#### Instructions to follow:
From the entries below, list each line with "both".

[Collected data]
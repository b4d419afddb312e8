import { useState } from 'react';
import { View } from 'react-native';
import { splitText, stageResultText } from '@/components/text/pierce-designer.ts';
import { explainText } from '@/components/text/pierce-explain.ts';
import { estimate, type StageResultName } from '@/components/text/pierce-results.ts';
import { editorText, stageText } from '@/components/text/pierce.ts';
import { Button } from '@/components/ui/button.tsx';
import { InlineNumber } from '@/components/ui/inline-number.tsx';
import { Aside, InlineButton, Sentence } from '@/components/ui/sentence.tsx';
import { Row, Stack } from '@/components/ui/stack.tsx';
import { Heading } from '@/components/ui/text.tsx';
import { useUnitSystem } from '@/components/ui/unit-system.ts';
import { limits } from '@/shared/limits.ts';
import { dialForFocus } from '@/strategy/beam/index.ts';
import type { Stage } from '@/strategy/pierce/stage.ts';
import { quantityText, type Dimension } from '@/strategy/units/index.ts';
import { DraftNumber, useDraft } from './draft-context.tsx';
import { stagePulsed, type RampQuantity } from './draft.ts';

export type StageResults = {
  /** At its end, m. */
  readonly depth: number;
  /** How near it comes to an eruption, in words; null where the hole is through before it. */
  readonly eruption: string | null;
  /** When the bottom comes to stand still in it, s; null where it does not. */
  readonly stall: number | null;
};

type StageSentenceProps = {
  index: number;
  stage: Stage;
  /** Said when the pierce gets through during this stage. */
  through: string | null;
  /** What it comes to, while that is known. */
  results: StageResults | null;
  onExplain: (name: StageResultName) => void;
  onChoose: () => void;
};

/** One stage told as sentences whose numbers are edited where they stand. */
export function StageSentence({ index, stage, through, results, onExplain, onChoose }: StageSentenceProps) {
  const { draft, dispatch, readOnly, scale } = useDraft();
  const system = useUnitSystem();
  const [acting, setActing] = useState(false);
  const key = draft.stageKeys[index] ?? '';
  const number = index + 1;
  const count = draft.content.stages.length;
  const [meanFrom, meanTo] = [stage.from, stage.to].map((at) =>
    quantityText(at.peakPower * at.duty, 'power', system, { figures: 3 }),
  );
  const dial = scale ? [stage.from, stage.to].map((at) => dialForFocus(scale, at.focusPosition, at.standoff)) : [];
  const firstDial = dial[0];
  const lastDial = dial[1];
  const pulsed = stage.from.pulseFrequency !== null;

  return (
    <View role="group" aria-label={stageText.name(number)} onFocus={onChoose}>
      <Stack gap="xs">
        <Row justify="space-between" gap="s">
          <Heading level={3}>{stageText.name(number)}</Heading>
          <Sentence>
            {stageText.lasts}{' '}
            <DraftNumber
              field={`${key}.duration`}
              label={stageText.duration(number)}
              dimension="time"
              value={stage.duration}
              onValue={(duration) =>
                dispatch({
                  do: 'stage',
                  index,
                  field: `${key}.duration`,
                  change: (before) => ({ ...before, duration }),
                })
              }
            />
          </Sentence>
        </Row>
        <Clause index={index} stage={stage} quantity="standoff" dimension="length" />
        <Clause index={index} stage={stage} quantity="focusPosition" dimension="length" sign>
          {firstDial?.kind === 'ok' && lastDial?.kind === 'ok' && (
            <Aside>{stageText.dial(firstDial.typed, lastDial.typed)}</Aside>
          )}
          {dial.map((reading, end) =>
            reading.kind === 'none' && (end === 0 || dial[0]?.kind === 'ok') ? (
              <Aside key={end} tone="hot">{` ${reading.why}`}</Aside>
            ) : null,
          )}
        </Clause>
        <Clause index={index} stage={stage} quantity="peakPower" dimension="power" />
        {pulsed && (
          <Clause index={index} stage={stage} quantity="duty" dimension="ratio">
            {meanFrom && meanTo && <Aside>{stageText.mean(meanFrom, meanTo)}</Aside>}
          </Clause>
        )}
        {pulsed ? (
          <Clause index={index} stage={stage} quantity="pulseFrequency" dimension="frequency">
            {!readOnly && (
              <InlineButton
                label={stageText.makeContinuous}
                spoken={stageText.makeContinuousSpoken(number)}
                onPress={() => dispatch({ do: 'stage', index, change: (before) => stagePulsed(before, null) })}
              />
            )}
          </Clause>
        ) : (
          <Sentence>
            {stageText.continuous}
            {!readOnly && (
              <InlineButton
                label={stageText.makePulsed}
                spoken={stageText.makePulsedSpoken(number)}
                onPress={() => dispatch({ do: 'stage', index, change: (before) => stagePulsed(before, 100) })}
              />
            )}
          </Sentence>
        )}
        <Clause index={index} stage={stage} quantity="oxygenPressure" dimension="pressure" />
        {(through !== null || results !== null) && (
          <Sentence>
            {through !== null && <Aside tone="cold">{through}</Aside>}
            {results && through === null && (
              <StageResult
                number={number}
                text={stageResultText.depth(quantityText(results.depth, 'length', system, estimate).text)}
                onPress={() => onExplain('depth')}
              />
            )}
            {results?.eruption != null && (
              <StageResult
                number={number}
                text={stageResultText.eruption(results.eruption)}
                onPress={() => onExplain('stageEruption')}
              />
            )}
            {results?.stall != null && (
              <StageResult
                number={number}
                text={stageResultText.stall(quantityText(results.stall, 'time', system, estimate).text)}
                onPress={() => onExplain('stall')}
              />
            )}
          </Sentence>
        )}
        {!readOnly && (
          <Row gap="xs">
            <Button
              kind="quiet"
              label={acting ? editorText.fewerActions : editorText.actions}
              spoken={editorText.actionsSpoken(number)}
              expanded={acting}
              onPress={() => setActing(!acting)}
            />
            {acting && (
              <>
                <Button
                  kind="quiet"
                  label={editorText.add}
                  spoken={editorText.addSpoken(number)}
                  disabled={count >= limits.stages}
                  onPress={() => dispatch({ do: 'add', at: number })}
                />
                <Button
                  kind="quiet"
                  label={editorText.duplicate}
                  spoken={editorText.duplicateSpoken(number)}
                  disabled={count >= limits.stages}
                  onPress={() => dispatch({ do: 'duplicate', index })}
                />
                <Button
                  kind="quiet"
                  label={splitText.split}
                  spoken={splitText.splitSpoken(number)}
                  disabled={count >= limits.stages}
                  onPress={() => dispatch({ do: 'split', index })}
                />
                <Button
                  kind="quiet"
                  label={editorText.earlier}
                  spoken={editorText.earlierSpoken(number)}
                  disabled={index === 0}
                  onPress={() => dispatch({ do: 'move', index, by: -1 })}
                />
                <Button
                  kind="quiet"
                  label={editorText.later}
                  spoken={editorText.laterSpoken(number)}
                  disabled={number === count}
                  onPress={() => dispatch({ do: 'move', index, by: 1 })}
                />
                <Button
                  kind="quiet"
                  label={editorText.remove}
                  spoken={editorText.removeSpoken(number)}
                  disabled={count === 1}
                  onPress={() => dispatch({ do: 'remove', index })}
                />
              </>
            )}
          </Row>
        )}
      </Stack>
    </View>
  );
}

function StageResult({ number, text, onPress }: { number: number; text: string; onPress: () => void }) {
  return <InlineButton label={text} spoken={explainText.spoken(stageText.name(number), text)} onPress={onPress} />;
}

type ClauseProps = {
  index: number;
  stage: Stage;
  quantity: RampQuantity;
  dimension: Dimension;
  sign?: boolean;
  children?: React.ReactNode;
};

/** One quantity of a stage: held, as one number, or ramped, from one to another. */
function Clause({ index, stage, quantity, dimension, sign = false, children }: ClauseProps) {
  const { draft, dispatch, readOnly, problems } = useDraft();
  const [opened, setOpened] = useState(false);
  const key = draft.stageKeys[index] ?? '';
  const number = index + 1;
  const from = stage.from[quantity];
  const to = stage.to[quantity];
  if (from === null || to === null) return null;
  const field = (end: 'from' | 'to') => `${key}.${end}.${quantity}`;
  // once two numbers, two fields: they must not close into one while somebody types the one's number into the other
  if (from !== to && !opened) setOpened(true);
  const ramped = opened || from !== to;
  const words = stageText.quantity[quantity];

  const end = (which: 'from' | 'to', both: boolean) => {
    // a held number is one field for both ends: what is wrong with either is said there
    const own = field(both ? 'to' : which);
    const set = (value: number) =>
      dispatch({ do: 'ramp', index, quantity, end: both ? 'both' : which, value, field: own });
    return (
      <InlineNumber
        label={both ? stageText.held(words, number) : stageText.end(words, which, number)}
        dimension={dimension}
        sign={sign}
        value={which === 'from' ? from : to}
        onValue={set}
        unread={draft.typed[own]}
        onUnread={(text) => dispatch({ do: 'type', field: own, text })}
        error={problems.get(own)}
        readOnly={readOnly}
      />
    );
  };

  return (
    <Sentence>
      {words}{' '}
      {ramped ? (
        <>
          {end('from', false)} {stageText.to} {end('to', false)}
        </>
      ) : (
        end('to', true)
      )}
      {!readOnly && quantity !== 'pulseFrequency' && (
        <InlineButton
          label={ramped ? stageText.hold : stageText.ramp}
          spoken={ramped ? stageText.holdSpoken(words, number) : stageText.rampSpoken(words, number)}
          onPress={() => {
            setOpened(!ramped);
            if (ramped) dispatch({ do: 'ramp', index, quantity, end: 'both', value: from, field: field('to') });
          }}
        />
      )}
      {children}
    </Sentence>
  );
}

#### Task answer:
  const end = (which: 'from' | 'to', both: boolean) => {
    // a held number is one field for both ends: what is wrong with either is said there
    const own = field(both ? 'to' : which);
      dispatch({ do: 'ramp', index, quantity, end: both ? 'both' : which, value, field: own });
        label={both ? stageText.held(words, number) : stageText.end(words, which, number)}
            if (ramped) dispatch({ do: 'ramp', index, quantity, end: 'both', value: from, field: field('to') });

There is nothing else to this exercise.